Hi Everyone,
I apologize for the lengthy post but I wanted to make sure the issue and desired results were clear. I’m open to any and all suggestions and would happily jump on a call to discuss in detail. I’m tried a few different schema designs and countless queries but I haven’t found anything that’s acceptable. Here we go…
Attachment
Contains the graph schema and the query.
Screen Shots
First, is the graph schema. Second, is the UI parameter section. Third, is the query.

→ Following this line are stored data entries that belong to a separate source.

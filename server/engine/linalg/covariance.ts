/**
 * Covariance validation and (optional) repair, METHODS.md 6.1 and issue 4 item 1.
 *
 * Checks are made on the scaled matrix Gamma = D R D (D = diag(sigma), R the correlation matrix) so that the
 * mix of units (AU, AU/d, degrees, AU/d^2 for A1-A3) and condition numbers of 1e10 and more do not decide the
 * outcome:
 *  1. square n x n with n in 2..9 (6 state/element parameters, up to 3 non-gravitational ones), finite entries;
 *  2. every variance > 0 (a zero variance means a fixed parameter: remove it instead);
 *  3. symmetry: |Gamma_ij - Gamma_ji| <= symmetryTolerance * sigma_i sigma_j, then Gamma <- (Gamma + Gamma^T)/2;
 *  4. positive definiteness: Cholesky of R; if it fails, Jacobi eigen-decomposition of R names the most negative
 *     eigenvalue and its direction (the eigenvector's dominant parameters by name).
 * Repair (only when asked) clips the eigenvalues of R: lambda_i <- max(lambda_i, epsilon lambda_max) (the nearest
 * positive-semidefinite matrix in the Frobenius norm, Higham 1988, Linear Algebra Appl. 103, 103), and reports how
 * many were clipped, the most negative lambda/lambda_max and ||dGamma||_F/||Gamma||_F. Negative eigenvalues with
 * |lambda_min|/lambda_max > refuseRatio (default 1e-6) are a data error and are refused even when repair is asked.
 */
import { cholesky, scaleCovariance, unscaleFactor } from './cholesky';
import { fromEigen, jacobiEigenSymmetric } from './eigen';
import { frobeniusNorm } from './matrix';

export type CovarianceErrorCode =
  | 'shape'
  | 'non-finite'
  | 'non-positive-variance'
  | 'asymmetric'
  | 'not-positive-definite'
  | 'negative-eigenvalue-too-large';

export type DirectionComponent = { name: string; component: number };

/** A covariance matrix that cannot be used, with what is wrong and where. */
export class CovarianceError extends Error {
  readonly code: CovarianceErrorCode;
  /** Offending eigenvalue of the correlation matrix (not-positive-definite cases), else null. */
  readonly eigenvalue: number | null;
  /** eigenvalue / lambda_max of the correlation matrix, else null. */
  readonly ratio: number | null;
  /** Dominant components of the offending eigenvector (scaled coordinates), largest first. */
  readonly direction: DirectionComponent[];
  constructor(
    code: CovarianceErrorCode,
    message: string,
    details: { eigenvalue?: number; ratio?: number; direction?: DirectionComponent[] } = {},
  ) {
    super(message);
    this.name = 'CovarianceError';
    this.code = code;
    this.eigenvalue = details.eigenvalue ?? null;
    this.ratio = details.ratio ?? null;
    this.direction = details.direction ?? [];
  }
}

export type CovarianceRepair = {
  method: 'eigenvalue-clipping';
  /** Clipping floor epsilon (eigenvalues raised to epsilon * lambda_max of the correlation matrix). */
  epsilon: number;
  clippedCount: number;
  /** Most negative (smallest) eigenvalue of R divided by its largest. */
  mostNegativeRatio: number;
  /** ||Gamma_repaired - Gamma||_F / ||Gamma||_F. */
  relativeFrobeniusChange: number;
};

export type ValidatedCovariance = {
  n: number;
  names: string[];
  /** The symmetrised (and, if repaired, repaired) covariance, row-major n x n. */
  covariance: Float64Array;
  sigmas: Float64Array;
  correlation: Float64Array;
  /** Lower-triangular L with covariance = L L^T (= D L_R). */
  cholesky: Float64Array;
  /** Eigenvalues of the correlation matrix (ascending) and the condition number lambda_max/lambda_min of R. */
  correlationEigenvalues: Float64Array;
  correlationConditionNumber: number;
  /** Largest |Gamma_ij - Gamma_ji| / (sigma_i sigma_j) found before symmetrising. */
  maxRelativeAsymmetry: number;
  /** null when no repair was needed or asked; otherwise what the repair changed. */
  repair: CovarianceRepair | null;
};

export type CovarianceOptions = {
  /** Parameter names in order (e.g. ['x','y','z','vx','vy','vz','A1','A2']); defaults to p0..p(n-1). */
  names?: readonly string[];
  /** Clip eigenvalues when the matrix is not positive definite (default false: refuse). */
  repair?: boolean;
  /** Clipping floor relative to lambda_max (default 1e-12, METHODS.md 6.1 suggests 1e-14 ... 1e-12). */
  clipEpsilon?: number;
  /** Refuse repair when |lambda_min|/lambda_max exceeds this (default 1e-6, METHODS.md 6.1). */
  refuseRatio?: number;
  /** Largest accepted |Gamma_ij - Gamma_ji| / (sigma_i sigma_j) (default 1e-8). */
  symmetryTolerance?: number;
};

function dominantComponents(vectors: Float64Array, n: number, k: number, names: readonly string[]): DirectionComponent[] {
  const comps: DirectionComponent[] = [];
  for (let i = 0; i < n; i++) comps.push({ name: names[i], component: vectors[i * n + k] });
  // Fix the sign so the largest component is positive (an eigenvector's sign is arbitrary).
  comps.sort((a, b) => Math.abs(b.component) - Math.abs(a.component));
  if (comps[0].component < 0) for (const c of comps) c.component = -c.component;
  const picked = comps.filter((c, idx) => idx === 0 || Math.abs(c.component) >= 0.2).slice(0, 4);
  return picked;
}

function describeDirection(d: DirectionComponent[]): string {
  return d.map((c) => `${c.component >= 0 ? '+' : '-'}${Math.abs(c.component).toFixed(3)} ${c.name}`).join(' ');
}

/** Validate (and on request repair) a covariance matrix given as nested rows or a row-major array. */
export function validateCovariance(
  input: readonly (readonly number[])[] | Float64Array,
  options: CovarianceOptions = {},
): ValidatedCovariance {
  let n: number;
  let raw: Float64Array;
  if (input instanceof Float64Array) {
    n = Math.round(Math.sqrt(input.length));
    if (n * n !== input.length) throw new CovarianceError('shape', `covariance has ${input.length} entries, not a square number`);
    raw = Float64Array.from(input);
  } else {
    n = input.length;
    raw = new Float64Array(n * n);
    for (let i = 0; i < n; i++) {
      if (input[i].length !== n) throw new CovarianceError('shape', `covariance row ${i} has ${input[i].length} entries, expected ${n}`);
      for (let j = 0; j < n; j++) raw[i * n + j] = input[i][j];
    }
  }
  if (n < 2 || n > 9) throw new CovarianceError('shape', `covariance must be between 2x2 and 9x9, got ${n}x${n}`);
  const names = options.names ? [...options.names] : Array.from({ length: n }, (_, i) => `p${i}`);
  if (names.length !== n) throw new CovarianceError('shape', `${names.length} parameter names for a ${n}x${n} covariance`);
  const clipEpsilon = options.clipEpsilon ?? 1e-12;
  const refuseRatio = options.refuseRatio ?? 1e-6;
  const symmetryTolerance = options.symmetryTolerance ?? 1e-8;

  for (let i = 0; i < n * n; i++) {
    if (!Number.isFinite(raw[i])) {
      throw new CovarianceError('non-finite', `covariance entry (${names[Math.floor(i / n)]}, ${names[i % n]}) is not finite: ${raw[i]}`);
    }
  }
  for (let i = 0; i < n; i++) {
    if (!(raw[i * n + i] > 0)) {
      throw new CovarianceError(
        'non-positive-variance',
        `variance of ${names[i]} is ${raw[i * n + i]}; it must be > 0 (remove a parameter that was held fixed)`,
      );
    }
  }
  // Symmetry, relative to sigma_i sigma_j.
  let maxRelativeAsymmetry = 0;
  let worst = [0, 0];
  for (let i = 0; i < n; i++) {
    for (let j = i + 1; j < n; j++) {
      const rel = Math.abs(raw[i * n + j] - raw[j * n + i]) / Math.sqrt(raw[i * n + i] * raw[j * n + j]);
      if (rel > maxRelativeAsymmetry) {
        maxRelativeAsymmetry = rel;
        worst = [i, j];
      }
    }
  }
  if (maxRelativeAsymmetry > symmetryTolerance) {
    throw new CovarianceError(
      'asymmetric',
      `covariance is not symmetric: entries (${names[worst[0]]}, ${names[worst[1]]}) and (${names[worst[1]]}, ${names[worst[0]]}) ` +
        `differ by ${maxRelativeAsymmetry.toExponential(2)} sigma_i sigma_j (tolerance ${symmetryTolerance.toExponential(1)})`,
    );
  }
  const cov = new Float64Array(n * n);
  for (let i = 0; i < n; i++) for (let j = 0; j < n; j++) cov[i * n + j] = 0.5 * (raw[i * n + j] + raw[j * n + i]);

  const { sigmas, correlation } = scaleCovariance(cov, n);
  const eig = jacobiEigenSymmetric(correlation, n);
  const lambdaMax = eig.values[n - 1];
  const lambdaMin = eig.values[0];
  const ratio = lambdaMin / lambdaMax;
  const lCorrelation = cholesky(correlation, n);

  if (lCorrelation && lambdaMin > 0) {
    return {
      n,
      names,
      covariance: cov,
      sigmas,
      correlation,
      cholesky: unscaleFactor(lCorrelation, sigmas, n),
      correlationEigenvalues: eig.values,
      correlationConditionNumber: lambdaMax / lambdaMin,
      maxRelativeAsymmetry,
      repair: null,
    };
  }

  const direction = dominantComponents(eig.vectors, n, 0, names);
  const where =
    `eigenvalue ${lambdaMin.toExponential(3)} of the correlation matrix (lambda/lambda_max = ${ratio.toExponential(3)}) ` +
    `along ${describeDirection(direction)}`;
  if (!options.repair) {
    throw new CovarianceError(
      'not-positive-definite',
      `covariance is not positive definite: ${where}. Fix the input, or ask for repair by eigenvalue clipping.`,
      { eigenvalue: lambdaMin, ratio, direction },
    );
  }
  if (-ratio > refuseRatio) {
    throw new CovarianceError(
      'negative-eigenvalue-too-large',
      `covariance refused, repair not attempted: ${where}; |lambda_min|/lambda_max exceeds ${refuseRatio.toExponential(1)}, ` +
        `which indicates a data error rather than round-off.`,
      { eigenvalue: lambdaMin, ratio, direction },
    );
  }
  const floor = clipEpsilon * lambdaMax;
  const clipped = Float64Array.from(eig.values);
  let clippedCount = 0;
  for (let k = 0; k < n; k++) {
    if (clipped[k] < floor) {
      clipped[k] = floor;
      clippedCount++;
    }
  }
  const repairedCorrelation = fromEigen(clipped, eig.vectors, n);
  const repairedCov = new Float64Array(n * n);
  for (let i = 0; i < n; i++) for (let j = 0; j < n; j++) repairedCov[i * n + j] = repairedCorrelation[i * n + j] * sigmas[i] * sigmas[j];
  let lRepaired = cholesky(repairedCorrelation, n);
  if (!lRepaired) {
    // Round-off in the reconstruction can still defeat Cholesky at epsilon ~ 1e-14; add the floor to the diagonal once.
    for (let i = 0; i < n; i++) repairedCorrelation[i * n + i] += floor;
    for (let i = 0; i < n; i++) repairedCov[i * n + i] = repairedCorrelation[i * n + i] * sigmas[i] * sigmas[i];
    lRepaired = cholesky(repairedCorrelation, n);
    if (!lRepaired) throw new CovarianceError('not-positive-definite', `repair failed: ${where}`, { eigenvalue: lambdaMin, ratio, direction });
  }
  const diff = new Float64Array(n * n);
  for (let i = 0; i < n * n; i++) diff[i] = repairedCov[i] - cov[i];
  return {
    n,
    names,
    covariance: repairedCov,
    sigmas,
    correlation: repairedCorrelation,
    cholesky: unscaleFactor(lRepaired, sigmas, n),
    correlationEigenvalues: clipped,
    correlationConditionNumber: clipped[n - 1] / clipped[0],
    maxRelativeAsymmetry,
    repair: {
      method: 'eigenvalue-clipping',
      epsilon: clipEpsilon,
      clippedCount,
      mostNegativeRatio: ratio,
      relativeFrobeniusChange: frobeniusNorm(diff) / frobeniusNorm(cov),
    },
  };
}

Fourth, is the current size of the graph.
NOTE: This graph has many more vertices and edges but I don’t believe they are needed for this issue. This graph currently contains 3 months of data (2019 Jan-Mar). We plan on loading at least all of 2018 and 2019 YTD. Assume the graph will be at least 6 times it’s current size if fully populated excluding the vertices and edges not mentioned in this post.
Background
This query is used in a UI where the user has 4 filtering options (YearMonth, LOB, Site and HealthSystem). If a user selects a LOB then only the YearMonth, HealthSystem and Site for that LOB are available for that user to continue their filtering. Very similar to excel-like filtering where the other filters will update based on your selection. This is what lines 2-44 achieve. The end results of this is a PRINT statement (line 46) that contains all available options in the UI filters. Every time the user selects a parameter value and clicks off, the UI calls the query and updates the available values. The UI can send no parameters to the query or a list for each one. We have not had any issues with this and if all values are selected or no parameters are passed to the query, the query will typically execute in 40 ms or under. However, I’m always open to suggestions.
When the user is finished selecting their filters, they will click the Apply Filters button in the UI. This button will execute the query with the apply parameter of TRUE. This will run the coding between line 48 and 71. The end result of this IF statement is a series of values that the UI will use for charts and other visualizations. To keep this straightforward, I am only printing the size of the Call vertex. The Call vertex is a list of values in the x_CallSummaryID vertex for the values the UI passed to the query. Another way to put it, once I know what values (YearMonth, LOB, Site & HealthSystem) I need to perform various calculations on, I need to filter the x_CallSummaryID vertex. From here I can begin my calculations because all the data points I need are connected to x_CallSummaryID.
Problem
On line 46, I know what values to execute the calculations (line 48 - 71) for. The next step is for me to filter the x_CallSummaryID vertex so I can start calculating data points. This is the slowest part of the query. If the query runs with no parameters then it will run very fast because it skips lines 50-68. For every IF statement that has to run, the execution time drastically increases. I have been unable to figure out how to filter x_CallSummaryID within a reasonable execution time. For the query below, if I run the query with only apply=TRUE, it will execute in around 75ms. If I run the query with 1 parameter, the best execute times I’ve gotten is around 1500 ms (1 small HealthSystem) but filtering for 1 YearMonth typically takes around 5000 ms. When adding 3 or more filters the query will take between 10000 and 15000 ms. For what I’m trying to accomplish in this query, I would imagine execution under 500 ms would be reasonable. With expectations of significant data growth I would prefer the execution time to be under 100 ms not matter what parameters are being used.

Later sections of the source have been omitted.